She rang up Craven, and the following dialogue took place at the
telephone.
"Yes? Yes?"
"Is Mr. Craven there?"
"Yes, I am Alick Craven. Who is it, please?"
"Don't you know?"
"One minute! Is it--I'm afraid I don't."
"Beryl Van Tuyn."
"Of course! I knew the voice at once, but somehow I couldn't place it.
How are you, Miss Van Tuyn?"
"Dangerously well."
"That's splendid."
"And you?"
"I'm what dull people call very fit and cheery."
"How dreadful! Now, tell me--are you engaged to-night? I'm sure you
aren't, because I want you to take me to dine at the _Bella Napoli_.
We agreed to tell each other when we were free. So I take you at your
word."
"Oh, I'm awfully sorry!"
"What?"
"I'm ever so sorry."
"Why?"
"I have a dinner engagement to-night."
"What a bore! But surely you can get out of it?"
"I'm afraid not. No, really I can't."
"Send an excuse! Say you are ill."
"I can't honestly. It's--it's rather important. Besides, the fact is,
I'm the host."
"Oh!"
The timbre of Miss Van Tuyn's voice changed slightly at this crisis in
the conversation.
"Oh--if you're the host, of course. . . . You really _are_ the host?"
"Yes, I really am. So you see!"
"No, but I hear and understand. Never mind. Ask me another night."

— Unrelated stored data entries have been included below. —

/**
 * Sum of the gains g_ik of the given pairs at the map t, computed directly (also
 * for pairs far outside the cell grid, whose large negative gain must count:
 * a pose that contradicts the given labels is improbable).
 */
function fixedGain(model: CellModel, points: Points, t: Transform, params: MatchModelParameters, fixed: readonly Pair[]): number {
  if (fixed.length === 0) return 0;
  const infl = params.inflation ?? 1;
  const base = pairGainOffset(model.dim, jacobianOf(t), params);
  let s = 0;
  const mapped = mapPoints(t, fixed.map((f) => points[f.point]));
  fixed.forEach((f, i) => {
    s += base - 0.5 * model.logDets[f.cell] - (0.5 * cellMahalanobisSquared(model, f.cell, mapped[i])) / infl;
  });
  return s;
}

function fitFixed(model: CellModel, points: Points, fixed: readonly Pair[], limits: Plausibility): Transform | null {
  try {
    const fit = fitTransform('similarity', fixed.map((f) => model.meanRows[f.cell]), fixed.map((f) => points[f.point]));
    const inv = invertTransform(fit.transform);
    return isPlausible(inv, limits) ? inv : null;
  } catch (e) {
    if (e instanceof FitError) return null;
    throw e;
  }
}

/** Rotations by pi about each principal axis of the template, about its centroid (d = 2: one; d = 3: three). */
function halfTurns(axes: number[][], centroid: number[]): Transform[] {
  const d = centroid.length;
  const out: Transform[] = [];
  for (let c = 0; c < (d === 2 ? 1 : d); c++) {
    // R = 2 u u^T - I rotates by pi about u (3-D); in 2-D, R = -I.
    const u = axes.map((row) => row[c]);
    const linear = Array.from({ length: d }, (_, a) =>
      Array.from({ length: d }, (_, b) => (d === 2 ? (a === b ? -1 : 0) : 2 * u[a] * u[b] - (a === b ? 1 : 0))),
    );
    const translation = centroid.map((v, a) => v - linear[a].reduce((s, x, b) => s + x * centroid[b], 0));
    out.push({ kind: 'rigid', linear, translation });
  }
  return out;
}

/**
 * Rotations about the template's first principal axis through its centroid by
 * 2 pi j / steps, j = 1 .. steps - 1 (in 2-D: rotations about the centroid;
 * in 3-D slips.ts, rotationAbout).
 */
function rollsAboutLongAxis(axes: number[][], centroid: number[], steps: number): Transform[] {
  const d = centroid.length;
  const out: Transform[] = [];
  const u = axes.map((row) => row[0]);
  for (let j = 1; j < steps; j++) {
    const a = (2 * Math.PI * j) / steps;
    if (d === 3) {
      out.push(rotationAbout(u, centroid, a));
      continue;
    }
    const linear = [
      [Math.cos(a), -Math.sin(a)],
      [Math.sin(a), Math.cos(a)],
    ];
    const translation = centroid.map((v, r) => v - linear[r].reduce((s, x, c) => s + x * centroid[c], 0));
    out.push({ kind: 'rigid', linear, translation });
  }
  return out;
}

/**
 * Successive halving with a guard for diversity: the first `quota` of the
 * pool (sorted by gain, best first), then up to `extra` more, the best of
 * the rest that lie farther than `separation` (RMS over `points`) from every
 * pose taken so far.
 */
function betterHalfAndDistinct<T extends { transform: Transform }>(pool: readonly T[], points: Points, quota: number, extra: number, separation: number): T[] {
  const kept = pool.slice(0, quota);
  for (let j = quota, added = 0; j < pool.length && added < extra; j++)
    if (kept.every((k) => poseDistance(k.transform, pool[j].transform, points) > separation)) {
      kept.push(pool[j]);
      added++;
    }
  return kept;
}

function distinctTop(poses: PoseEstimate[], points: Points, keep: number): PoseEstimate[] {
  const sorted = poses.slice().sort((a, b) => b.score - a.score);
  const out: PoseEstimate[] = [];
  for (const p of sorted) {
    if (out.some((q) => poseDistance(q.transform, p.transform, points) < 1)) continue;
    out.push(p);
    if (out.length >= keep) break;
  }
  return out;
}

function distinctModes(modes: readonly { transform: Transform; gain: number }[], points: Points, keep: number, separation: number): { transform: Transform; gain: number }[] {
  const out: { transform: Transform; gain: number }[] = [];
  for (const m of modes) {
    if (out.some((q) => poseDistance(q.transform, m.transform, points) < separation)) continue;
    out.push(m);
    if (out.length >= keep) break;
  }
  return out;
}

/** Median nearest-neighbour distance of the template means. */
function typicalSpacing(model: CellModel): number {
  const nn: number[] = [];
  for (let k = 0; k < model.size; k++) {
    let best = Infinity;
    for (let l = 0; l < model.size; l++) {
      if (l === k) continue;
      let s = 0;
      for (let a = 0; a < model.dim; a++) s += (model.meanRows[k][a] - model.meanRows[l][a]) ** 2;
      best = Math.min(best, s);
    }
    if (Number.isFinite(best)) nn.push(Math.sqrt(best));
  }
  nn.sort((a, b) => a - b);
  return nn.length ? nn[nn.length >> 1] : 1;
}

"Yes--that's it. Another night. Thank you so much. By the way, does the
living bronze--"
"What? The living what?"
"Bronze! . . . The living bronze--"
"Oh, yes. Well, what about it?"
"Does it wear petticoats or trousers?"
"Trousers."
"Then I think I rather hate it."
"You--"
But at this point the exchange intervened. Then something happened; and
then Craven heard a voice saying:
"No, darling! It's the teeth--the teeth on the left-hand side. You know
when we were at the Carlton I was in agony. Tell Annie not to--"
It was useless to persist. Besides, he did not want to. So he put up
the receiver. Almost immediately afterwards he was rung up by Lady
Sellingworth, hung on the edge of disappointment for an instant, and
then was caught back into happiness.
When he finally left the telephone and went to his bedroom to change his
clothes, but not to "dress," he thanked God for having clinched matters
so swiftly. Lady Sellingworth had certainly meant to let him down. Some
instinct had told him what to say to her to make her change her mind.
At least, he supposed so. For she had abruptly changed her mind after
hearing of Miss Van Tuyn's invitation. But why had she meant to give up
the dinner? What had happened between his exit from her house and her
ringing him up? For he could not believe in the excuse of ill-health
put forward by her. He was puzzled. Women certainly were difficult to
understand. But it was all right now. His audacity--for he thought it
rather audacious of him to have asked Lady Sellingworth to dine alone
with him at the _Bella Napoli_--was going to be rewarded. As he changed
his clothes he hummed to himself:
"_O Napoli! Bella Napoli_!"
At Claridge's meanwhile Miss Van Tuyn was not humming. As she came away
from the telephone she felt in a very bad temper. Things were not going
well for her just now in London, and she was accustomed to things going
well. As in Craven's letter, so just now at the telephone, she had been
aware of resistance, of a distinct holding back from her influence.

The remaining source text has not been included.